About 3-amino-N-[(2,4-dimethylphenyl)methyl]bicyclo[2.2.1]heptane-2-carboxamide
3-amino-N-[(2,4-dimethylphenyl)methyl]bicyclo[2.2.1]heptane-2-carboxamide (PubChem CID 119715901) has the molecular formula C17H24N2O
and a molecular weight of 272.39 g/mol. Its IUPAC name is 3-amino-N-[(2,4-dimethylphenyl)methyl]bicyclo[2.2.1]heptane-2-carboxamide.
Analyze 3-amino-N-[(2,4-dimethylphenyl)methyl]bicyclo[2.2.1]heptane-2-carboxamide with MolForge
Explore ADMET properties, 3D molecular structure, drug-likeness score, and discover similar compounds using our AI-powered platform.
Launch Full Analysis
Frequently Asked Questions
What is the IUPAC name of 3-amino-N-[(2,4-dimethylphenyl)methyl]bicyclo[2.2.1]heptane-2-carboxamide?
The IUPAC name of 3-amino-N-[(2,4-dimethylphenyl)methyl]bicyclo[2.2.1]heptane-2-carboxamide (CID 119715901) is 3-amino-N-[(2,4-dimethylphenyl)methyl]bicyclo[2.2.1]heptane-2-carboxamide.
What is the SMILES notation for 3-amino-N-[(2,4-dimethylphenyl)methyl]bicyclo[2.2.1]heptane-2-carboxamide?
The canonical SMILES for 3-amino-N-[(2,4-dimethylphenyl)methyl]bicyclo[2.2.1]heptane-2-carboxamide is Cc1ccc(CNC(=O)C2C3CCC(C3)C2N)c(C)c1.
What is the InChIKey of 3-amino-N-[(2,4-dimethylphenyl)methyl]bicyclo[2.2.1]heptane-2-carboxamide?
The InChIKey is WLGXEFZYTBGGMP-UHFFFAOYSA-N. The full InChI is InChI=1S/C17H24N2O/c1-10-3-4-14(11(2)7-10)9-19-17(20)15-12-5-6-13(8-12)16(15)18/h3-4,7,12-13,15-16H,5-6,8-9,18H2,1-2H3,(H,19,20).
What are the key properties of 3-amino-N-[(2,4-dimethylphenyl)methyl]bicyclo[2.2.1]heptane-2-carboxamide?
3-amino-N-[(2,4-dimethylphenyl)methyl]bicyclo[2.2.1]heptane-2-carboxamide has a molecular weight of 272.39 g/mol, XLogP of 2.29, 3 rotatable bonds, 2 hydrogen bond donors, and 2 hydrogen bond acceptors.
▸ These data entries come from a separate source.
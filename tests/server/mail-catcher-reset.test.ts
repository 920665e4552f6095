// The local mail catcher outlives a client that resets its connection mid-session (a crash here once lost
// every later message of a test run): after the reset its API still answers and a message still lands.
import { spawn, type ChildProcess } from "node:child_process";
import { mkdtempSync, rmSync } from "node:fs";
import { connect } from "node:net";
import { tmpdir } from "node:os";
import path from "node:path";
import nodemailer from "nodemailer";
import { afterAll, beforeAll, expect, it } from "vitest";
import { freePort } from "../helpers/ports";

let catcher: ChildProcess;
let dir: string;
let smtpPort = 0;
let apiPort = 0;
const USER = "kbreset";
const PASSWORD = "reset-test-password-000000";

beforeAll(async () => {
  dir = mkdtempSync(path.join(tmpdir(), "kb-mail-reset-"));
  smtpPort = await freePort();
  apiPort = await freePort();
  catcher = spawn(process.execPath, ["scripts/lib/mail-catcher-server.mjs", String(smtpPort), String(apiPort), dir], {
    env: { ...process.env, KB_SMTP_USER: USER, KB_SMTP_PASSWORD: PASSWORD },
    stdio: ["ignore", "pipe", "pipe"],
  });
  for (let i = 0; i < 100; i++) {
    if (await fetch(`http://127.0.0.1:${apiPort}/`).then(() => true, () => false)) return;
    await new Promise((r) => setTimeout(r, 100));
  }
  throw new Error("the mail catcher did not start");
});

afterAll(() => {
  catcher?.kill("SIGKILL");
  rmSync(dir, { recursive: true, force: true });
});

it("keeps serving after a client resets its SMTP connection", async () => {
  // Signed in and inside a transaction (after MAIL FROM): the reset smtp-server reports as an error.
  await new Promise<void>((resolve, reject) => {
    const socket = connect(smtpPort, "127.0.0.1");
    const auth = Buffer.from(`\0${USER}\0${PASSWORD}`).toString("base64");
    const steps = ["EHLO reset.test", `AUTH PLAIN ${auth}`, "MAIL FROM:<reset@knucklebench.test>"];
    let replies = "";
    socket.once("error", reject);
    socket.on("data", (chunk) => {
      replies += chunk.toString();
      // Each reply's last line is "NNN text" (no dash after the code).
      if (!/^\d{3} .*\r\n$/m.test(replies.split(/\r\n(?=\d{3}[ -])/).at(-1) ?? "")) return;
      replies = "";
      const next = steps.shift();
      if (next) socket.write(`${next}\r\n`);
      else {
        socket.resetAndDestroy();
        resolve();
      }
    });
  });
  await new Promise((r) => setTimeout(r, 300));
  expect(catcher.exitCode, "the catcher is still running").toBeNull();
  const api = await fetch(`http://127.0.0.1:${apiPort}/`);
  expect(api.status).toBeLessThan(500);

  const transport = nodemailer.createTransport({ host: "127.0.0.1", port: smtpPort, secure: false, auth: { user: USER, pass: PASSWORD }, tls: { rejectUnauthorized: false } });
  const sent = await transport.sendMail({ from: "bench@knucklebench.test", to: "after-reset@knucklebench.test", subject: "After the reset", text: "still here" });
  expect(sent.accepted).toEqual(["after-reset@knucklebench.test"]);
});
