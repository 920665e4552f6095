// With KB_TRUST_PROXY_HOPS=1 (one proxy in front, here the test's own loopback client), the address that
// proxy put in X-Forwarded-For is the one the auth rate limit counts against.
import { afterAll, beforeAll, describe, expect, it, vi } from "vitest";
import { randomClientIp, signUp } from "../helpers/api";
import { signInOver, startStampingServer } from "../helpers/stamping-server";

vi.hoisted(() => {
  process.env.KB_TRUST_PROXY_HOPS = "1";
});


let server: Awaited<ReturnType<typeof startStampingServer>>;
beforeAll(async () => {
  server = await startStampingServer();
});
afterAll(() => server.close());

describe("auth rate limit behind a trusted proxy", () => {
  it("honours the forwarded address: distinct clients get their own allowance", async () => {
    const person = await signUp("Rook Ferrand");
    const statuses: number[] = [];
    for (let i = 0; i < 15; i++) {
      statuses.push((await signInOver(server.url, person.email, "wrong-password-1", { "x-forwarded-for": randomClientIp() })).status);
    }
    expect(statuses).toEqual(Array(15).fill(401));
    const right = await signInOver(server.url, person.email, person.password, { "x-forwarded-for": randomClientIp() });
    expect(right.status).toBe(200);
  });

  it("still limits one forwarded client, and trusts only one hop of the chain", async () => {
    const person = await signUp("Tamsin Oyelaran");
    const client = randomClientIp();
    const statuses: number[] = [];
    for (let i = 0; i < 12; i++) {
      // The client prepends made-up entries; the proxy (one hop) appended the real one last.
      const forged = `${randomClientIp()}, ${client}`;
      statuses.push((await signInOver(server.url, person.email, "wrong-password-1", { "x-forwarded-for": forged })).status);
    }
    expect(statuses.slice(0, 10)).toEqual(Array(10).fill(401));
    expect(statuses.slice(10)).toEqual([429, 429]);
  });
});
Where does this data come from?
All data for 3-amino-N-[(2,4-dimethylphenyl)methyl]bicyclo[2.2.1]heptane-2-carboxamide is sourced from PubChem (CID 119715901), the world's largest open chemistry database maintained by the National Library of Medicine (NIH).